• Dataset entries:

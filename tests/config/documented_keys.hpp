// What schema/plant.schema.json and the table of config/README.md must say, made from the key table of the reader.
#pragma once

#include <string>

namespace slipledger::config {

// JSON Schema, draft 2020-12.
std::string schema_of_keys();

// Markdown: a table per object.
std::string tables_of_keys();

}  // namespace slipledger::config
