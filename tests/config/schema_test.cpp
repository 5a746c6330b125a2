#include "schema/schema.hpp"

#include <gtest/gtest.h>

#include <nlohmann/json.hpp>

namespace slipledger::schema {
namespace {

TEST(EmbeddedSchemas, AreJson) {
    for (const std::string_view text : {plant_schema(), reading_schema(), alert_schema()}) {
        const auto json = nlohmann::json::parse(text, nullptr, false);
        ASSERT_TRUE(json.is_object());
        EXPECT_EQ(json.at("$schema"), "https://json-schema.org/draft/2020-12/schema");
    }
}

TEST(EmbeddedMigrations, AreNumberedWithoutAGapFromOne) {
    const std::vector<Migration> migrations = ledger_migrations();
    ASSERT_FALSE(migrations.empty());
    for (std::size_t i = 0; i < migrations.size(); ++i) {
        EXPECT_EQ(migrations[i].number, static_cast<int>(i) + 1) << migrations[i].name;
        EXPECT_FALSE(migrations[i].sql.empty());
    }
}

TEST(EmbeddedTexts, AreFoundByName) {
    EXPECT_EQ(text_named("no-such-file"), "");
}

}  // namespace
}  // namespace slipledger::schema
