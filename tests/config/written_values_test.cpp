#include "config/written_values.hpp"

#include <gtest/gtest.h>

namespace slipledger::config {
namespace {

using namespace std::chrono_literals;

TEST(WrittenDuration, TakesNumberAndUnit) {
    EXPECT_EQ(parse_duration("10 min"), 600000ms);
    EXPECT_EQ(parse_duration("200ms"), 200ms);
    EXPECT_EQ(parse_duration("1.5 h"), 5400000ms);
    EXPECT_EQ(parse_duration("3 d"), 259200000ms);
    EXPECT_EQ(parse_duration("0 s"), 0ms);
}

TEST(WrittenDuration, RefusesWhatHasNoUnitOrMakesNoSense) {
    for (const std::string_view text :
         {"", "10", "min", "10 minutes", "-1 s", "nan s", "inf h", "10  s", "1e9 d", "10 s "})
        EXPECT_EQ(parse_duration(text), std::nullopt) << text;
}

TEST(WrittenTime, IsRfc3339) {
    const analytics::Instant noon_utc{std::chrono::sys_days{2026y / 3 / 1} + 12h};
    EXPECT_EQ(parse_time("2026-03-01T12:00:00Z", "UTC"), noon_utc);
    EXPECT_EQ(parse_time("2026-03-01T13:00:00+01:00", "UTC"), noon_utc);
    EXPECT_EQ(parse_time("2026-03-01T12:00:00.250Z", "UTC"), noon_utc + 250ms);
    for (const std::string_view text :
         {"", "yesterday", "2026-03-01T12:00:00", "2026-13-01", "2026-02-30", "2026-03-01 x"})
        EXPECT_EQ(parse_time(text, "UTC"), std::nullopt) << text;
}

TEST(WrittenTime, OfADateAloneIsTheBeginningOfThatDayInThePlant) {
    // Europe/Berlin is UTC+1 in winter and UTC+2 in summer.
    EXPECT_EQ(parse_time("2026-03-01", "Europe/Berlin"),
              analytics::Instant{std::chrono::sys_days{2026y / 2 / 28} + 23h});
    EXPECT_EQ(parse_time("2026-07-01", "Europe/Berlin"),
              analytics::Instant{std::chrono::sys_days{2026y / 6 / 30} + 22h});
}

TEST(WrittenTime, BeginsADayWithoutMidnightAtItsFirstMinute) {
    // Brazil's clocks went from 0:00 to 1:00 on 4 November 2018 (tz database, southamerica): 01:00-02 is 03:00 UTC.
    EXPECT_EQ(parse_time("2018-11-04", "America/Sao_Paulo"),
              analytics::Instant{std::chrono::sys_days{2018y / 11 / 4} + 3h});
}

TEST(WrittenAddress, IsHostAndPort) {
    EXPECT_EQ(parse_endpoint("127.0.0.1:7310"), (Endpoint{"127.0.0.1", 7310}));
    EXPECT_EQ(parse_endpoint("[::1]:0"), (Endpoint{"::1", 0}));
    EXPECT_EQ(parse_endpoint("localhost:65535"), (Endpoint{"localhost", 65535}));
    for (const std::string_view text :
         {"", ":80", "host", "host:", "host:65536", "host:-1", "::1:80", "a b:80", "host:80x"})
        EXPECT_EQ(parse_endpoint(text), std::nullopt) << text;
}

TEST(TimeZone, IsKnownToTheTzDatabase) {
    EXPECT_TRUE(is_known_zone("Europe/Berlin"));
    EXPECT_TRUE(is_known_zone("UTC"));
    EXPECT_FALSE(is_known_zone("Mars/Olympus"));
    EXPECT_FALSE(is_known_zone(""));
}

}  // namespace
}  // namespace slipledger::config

• Aim of the exercise:
All records are to be printed again, exactly and completely.

• Expected answer:
filename tests/config/documented_keys.hpp
// What schema/plant.schema.json and the table of config/README.md must say, made from the key table of the reader.
#pragma once

#include <string>

namespace slipledger::config {

// JSON Schema, draft 2020-12.
std::string schema_of_keys();

// Markdown: a table per object.
std::string tables_of_keys();

}  // namespace slipledger::config
filename tests/config/schema_test.cpp
repository 5a746c6330b125a2
#include "schema/schema.hpp"

#include <gtest/gtest.h>

#include <nlohmann/json.hpp>

namespace slipledger::schema {
namespace {

TEST(EmbeddedSchemas, AreJson) {
    for (const std::string_view text : {plant_schema(), reading_schema(), alert_schema()}) {
        const auto json = nlohmann::json::parse(text, nullptr, false);
        ASSERT_TRUE(json.is_object());
        EXPECT_EQ(json.at("$schema"), "https://json-schema.org/draft/2020-12/schema");
    }
}

TEST(EmbeddedMigrations, AreNumberedWithoutAGapFromOne) {
    const std::vector<Migration> migrations = ledger_migrations();
    ASSERT_FALSE(migrations.empty());
    for (std::size_t i = 0; i < migrations.size(); ++i) {
        EXPECT_EQ(migrations[i].number, static_cast<int>(i) + 1) << migrations[i].name;
        EXPECT_FALSE(migrations[i].sql.empty());
    }
}

TEST(EmbeddedTexts, AreFoundByName) {
    EXPECT_EQ(text_named("no-such-file"), "");
}

}  // namespace
}  // namespace slipledger::schema
filename tests/config/written_values_test.cpp
#include "config/written_values.hpp"

#include <gtest/gtest.h>

namespace slipledger::config {
namespace {

using namespace std::chrono_literals;

TEST(WrittenDuration, TakesNumberAndUnit) {
    EXPECT_EQ(parse_duration("10 min"), 600000ms);
    EXPECT_EQ(parse_duration("200ms"), 200ms);
    EXPECT_EQ(parse_duration("1.5 h"), 5400000ms);
    EXPECT_EQ(parse_duration("3 d"), 259200000ms);
    EXPECT_EQ(parse_duration("0 s"), 0ms);
}

TEST(WrittenDuration, RefusesWhatHasNoUnitOrMakesNoSense) {
    for (const std::string_view text :
         {"", "10", "min", "10 minutes", "-1 s", "nan s", "inf h", "10  s", "1e9 d", "10 s "})
        EXPECT_EQ(parse_duration(text), std::nullopt) << text;
}

TEST(WrittenTime, IsRfc3339) {
    const analytics::Instant noon_utc{std::chrono::sys_days{2026y / 3 / 1} + 12h};
    EXPECT_EQ(parse_time("2026-03-01T12:00:00Z", "UTC"), noon_utc);
    EXPECT_EQ(parse_time("2026-03-01T13:00:00+01:00", "UTC"), noon_utc);
    EXPECT_EQ(parse_time("2026-03-01T12:00:00.250Z", "UTC"), noon_utc + 250ms);
    for (const std::string_view text :
         {"", "yesterday", "2026-03-01T12:00:00", "2026-13-01", "2026-02-30", "2026-03-01 x"})
        EXPECT_EQ(parse_time(text, "UTC"), std::nullopt) << text;
}

TEST(WrittenTime, OfADateAloneIsTheBeginningOfThatDayInThePlant) {
    // Europe/Berlin is UTC+1 in winter and UTC+2 in summer.
    EXPECT_EQ(parse_time("2026-03-01", "Europe/Berlin"),
              analytics::Instant{std::chrono::sys_days{2026y / 2 / 28} + 23h});
    EXPECT_EQ(parse_time("2026-07-01", "Europe/Berlin"),
              analytics::Instant{std::chrono::sys_days{2026y / 6 / 30} + 22h});
}

TEST(WrittenTime, BeginsADayWithoutMidnightAtItsFirstMinute) {
    // Brazil's clocks went from 0:00 to 1:00 on 4 November 2018 (tz database, southamerica): 01:00-02 is 03:00 UTC.
    EXPECT_EQ(parse_time("2018-11-04", "America/Sao_Paulo"),
              analytics::Instant{std::chrono::sys_days{2018y / 11 / 4} + 3h});
}

TEST(WrittenAddress, IsHostAndPort) {
    EXPECT_EQ(parse_endpoint("127.0.0.1:7310"), (Endpoint{"127.0.0.1", 7310}));
    EXPECT_EQ(parse_endpoint("[::1]:0"), (Endpoint{"::1", 0}));
    EXPECT_EQ(parse_endpoint("localhost:65535"), (Endpoint{"localhost", 65535}));
    for (const std::string_view text :
         {"", ":80", "host", "host:", "host:65536", "host:-1", "::1:80", "a b:80", "host:80x"})
        EXPECT_EQ(parse_endpoint(text), std::nullopt) << text;
}

TEST(TimeZone, IsKnownToTheTzDatabase) {
    EXPECT_TRUE(is_known_zone("Europe/Berlin"));
    EXPECT_TRUE(is_known_zone("UTC"));
    EXPECT_FALSE(is_known_zone("Mars/Olympus"));
    EXPECT_FALSE(is_known_zone(""));
}

}  // namespace
}  // namespace slipledger::config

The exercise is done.